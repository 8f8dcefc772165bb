import {describe, expect, it} from 'vitest';
import {cls, geom, inches} from './unified-helpers.js';
import {UNIFIED_TABLE} from '../../../src/core/threads/unified-table-data.js';
import {unifiedLimitsInches} from '../../../src/core/threads/unified-limits.js';
import {seriesOf, unifiedRow} from '../../../src/core/threads/unified-series.js';


describe('unified limits read from the ASME B1.1 standard series limits table', () => {
  it.each([
    // ASME B1.1 limits of size, Standard Series table (read in a public copy of the table):
    // [designation, ext major max/min, pitch max/min, int minor min/max, pitch min/max, major min], inches
    ['#0-80 UNF-2A/2B', [0.0595, 0.0563, 0.0514, 0.0496], [0.0465, 0.0514, 0.0519, 0.0542, 0.06]],
    ['#0-80 UNF-3A/3B', [0.06, 0.0568, 0.0519, 0.0506], [0.0465, 0.0514, 0.0519, 0.0536, 0.06]],
    ['#1-64 UNC-2A/2B', [0.0724, 0.0686, 0.0623, 0.0603], [0.0561, 0.0623, 0.0629, 0.0655, 0.073]],
    ['#1-72 UNF-3A/3B', [0.073, 0.0695, 0.064, 0.0626], [0.058, 0.0635, 0.064, 0.0659, 0.073]],
    ['#2-56 UNC-2A/2B', [0.0854, 0.0813, 0.0738, 0.0717], [0.0667, 0.0737, 0.0744, 0.0772, 0.086]],
    ['#2-64 UNF-3A/3B', [0.086, 0.0822, 0.0759, 0.0744], [0.0691, 0.0753, 0.0759, 0.0779, 0.086]],
    ['15/16-20 UNEF-2A/2B', [0.9361, 0.928, 0.9036, 0.8991], [0.883, 0.895, 0.905, 0.9109, 0.9375]],
  ] as const)('%s matches the ASME B1.1 standard series limits table', (t, ext, int) => {
    const g = geom(t);
    expect(inches(g)).toEqual({ext, int});
    expect(g.limitsProvenance).toEqual({source: 'ASME B1.1 standard series limits table', kind: 'standard', method: 'table'});
    expect(g.notes.join(' ')).toMatch(/read from the ASME B1.1 standard series limits table/);
  });

  it('3-48 UNC-2A comes from the ASME B1.1 table, its 2B (not transcribed) from the formulas, and says so', () => {
    // ASME B1.1 limits of size, Standard Series table: 3-48 UNC-2A major 0.0983/0.0938, pitch 0.0848/0.0825 in
    const g = geom('#3-48 UNC-2A/2B');
    expect(inches(g).ext).toEqual([0.0983, 0.0938, 0.0848, 0.0825]);
    expect(g.limitsProvenance.method).toBe('formula');
    expect(g.limitsProvenance.source).toMatch(/table for one side/);
    expect(g.notes.join(' ')).toMatch(/Class 2A limits read from the ASME B1.1 standard series limits table; class 2B computed/);
  });

  it('a size the table data does not hold keeps the labelled formula fallback', () => {
    const g = geom('1/4-20 UNC-2A/2B');
    expect(g.limitsProvenance.method).toBe('formula');
    expect(g.notes.join(' ')).toMatch(/not read from the ASME B1.1 tables/);
  });

  it('every table entry is a UNC, UNF or UNEF series size (ASME B1.1 series table, unified-series.ts)', () => {
    for (const e of UNIFIED_TABLE) {
      const row = unifiedRow(e.D);
      expect(row, e.thread).toBeDefined();
      expect(seriesOf(row!, e.tpi), e.thread).toBe(e.thread.split(' ')[1]);
    }
  });
});

describe('formula fallback measured against the ASME B1.1 standard series limits table', () => {
  it('every transcribed value is within 0.0002 in of the ASME B1.1 formulas', () => {
    // ASME B1.1 limits of size, Standard Series table (unified-table-data.ts) against the
    // ASME B1.1 tolerance formulas of unified-limits.ts, every row and column (UNR minor is reference only).
    let worst = 0;
    let values = 0;
    for (const e of UNIFIED_TABLE) {
      for (const [k, row] of Object.entries(e.external)) {
        const f = unifiedLimitsInches(e.D, e.tpi, cls(k), cls('2B'));
        const got = [f.allowance, f.external.majorMax, f.external.majorMin, f.external.pitchMax, f.external.pitchMin];
        got.forEach((v, i) => {
          values++;
          worst = Math.max(worst, Math.abs(v - row[i]!));
        });
      }
      for (const [k, row] of Object.entries(e.internal)) {
        const f = unifiedLimitsInches(e.D, e.tpi, cls('2A'), cls(k));
        const i = f.internal;
        [i.minorMin, i.minorMax, i.pitchMin, i.pitchMax, i.majorMin].forEach((v, j) => {
          values++;
          worst = Math.max(worst, Math.abs(v - row[j]!));
        });
      }
    }
    expect(values).toBe(120);
    expect(worst).toBeLessThanOrEqual(0.0002 + 1e-9);
  });
});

::::

Exercise directions: Restate every entry exactly. Leave nothing out.

Exercise output:
repository 8f8dcefc772165bb
import {describe, expect, it} from 'vitest';
import {cls, geom, inches} from './unified-helpers.js';
import {UNIFIED_TABLE} from '../../../src/core/threads/unified-table-data.js';
import {unifiedLimitsInches} from '../../../src/core/threads/unified-limits.js';
import {seriesOf, unifiedRow} from '../../../src/core/threads/unified-series.js';


describe('unified limits read from the ASME B1.1 standard series limits table', () => {
  it.each([
    // ASME B1.1 limits of size, Standard Series table (read in a public copy of the table):
    // [designation, ext major max/min, pitch max/min, int minor min/max, pitch min/max, major min], inches
    ['#0-80 UNF-2A/2B', [0.0595, 0.0563, 0.0514, 0.0496], [0.0465, 0.0514, 0.0519, 0.0542, 0.06]],
    ['#0-80 UNF-3A/3B', [0.06, 0.0568, 0.0519, 0.0506], [0.0465, 0.0514, 0.0519, 0.0536, 0.06]],
    ['#1-64 UNC-2A/2B', [0.0724, 0.0686, 0.0623, 0.0603], [0.0561, 0.0623, 0.0629, 0.0655, 0.073]],
    ['#1-72 UNF-3A/3B', [0.073, 0.0695, 0.064, 0.0626], [0.058, 0.0635, 0.064, 0.0659, 0.073]],
    ['#2-56 UNC-2A/2B', [0.0854, 0.0813, 0.0738, 0.0717], [0.0667, 0.0737, 0.0744, 0.0772, 0.086]],
    ['#2-64 UNF-3A/3B', [0.086, 0.0822, 0.0759, 0.0744], [0.0691, 0.0753, 0.0759, 0.0779, 0.086]],
    ['15/16-20 UNEF-2A/2B', [0.9361, 0.928, 0.9036, 0.8991], [0.883, 0.895, 0.905, 0.9109, 0.9375]],
  ] as const)('%s matches the ASME B1.1 standard series limits table', (t, ext, int) => {
    const g = geom(t);
    expect(inches(g)).toEqual({ext, int});
    expect(g.limitsProvenance).toEqual({source: 'ASME B1.1 standard series limits table', kind: 'standard', method: 'table'});
    expect(g.notes.join(' ')).toMatch(/read from the ASME B1.1 standard series limits table/);
  });

  it('3-48 UNC-2A comes from the ASME B1.1 table, its 2B (not transcribed) from the formulas, and says so', () => {
    // ASME B1.1 limits of size, Standard Series table: 3-48 UNC-2A major 0.0983/0.0938, pitch 0.0848/0.0825 in
    const g = geom('#3-48 UNC-2A/2B');
    expect(inches(g).ext).toEqual([0.0983, 0.0938, 0.0848, 0.0825]);
    expect(g.limitsProvenance.method).toBe('formula');
    expect(g.limitsProvenance.source).toMatch(/table for one side/);
    expect(g.notes.join(' ')).toMatch(/Class 2A limits read from the ASME B1.1 standard series limits table; class 2B computed/);
  });

  it('a size the table data does not hold keeps the labelled formula fallback', () => {
    const g = geom('1/4-20 UNC-2A/2B');
    expect(g.limitsProvenance.method).toBe('formula');
    expect(g.notes.join(' ')).toMatch(/not read from the ASME B1.1 tables/);
  });

  it('every table entry is a UNC, UNF or UNEF series size (ASME B1.1 series table, unified-series.ts)', () => {
    for (const e of UNIFIED_TABLE) {
      const row = unifiedRow(e.D);
      expect(row, e.thread).toBeDefined();
      expect(seriesOf(row!, e.tpi), e.thread).toBe(e.thread.split(' ')[1]);
    }
  });
});

describe('formula fallback measured against the ASME B1.1 standard series limits table', () => {
  it('every transcribed value is within 0.0002 in of the ASME B1.1 formulas', () => {
    // ASME B1.1 limits of size, Standard Series table (unified-table-data.ts) against the
    // ASME B1.1 tolerance formulas of unified-limits.ts, every row and column (UNR minor is reference only).
    let worst = 0;
    let values = 0;
    for (const e of UNIFIED_TABLE) {
      for (const [k, row] of Object.entries(e.external)) {
        const f = unifiedLimitsInches(e.D, e.tpi, cls(k), cls('2B'));
        const got = [f.allowance, f.external.majorMax, f.external.majorMin, f.external.pitchMax, f.external.pitchMin];
        got.forEach((v, i) => {
          values++;
          worst = Math.max(worst, Math.abs(v - row[i]!));
        });
      }
      for (const [k, row] of Object.entries(e.internal)) {
        const f = unifiedLimitsInches(e.D, e.tpi, cls('2A'), cls(k));
        const i = f.internal;
        [i.minorMin, i.minorMax, i.pitchMin, i.pitchMax, i.majorMin].forEach((v, j) => {
          values++;
          worst = Math.max(worst, Math.abs(v - row[j]!));
        });
      }
    }
    expect(values).toBe(120);
    expect(worst).toBeLessThanOrEqual(0.0002 + 1e-9);
  });
});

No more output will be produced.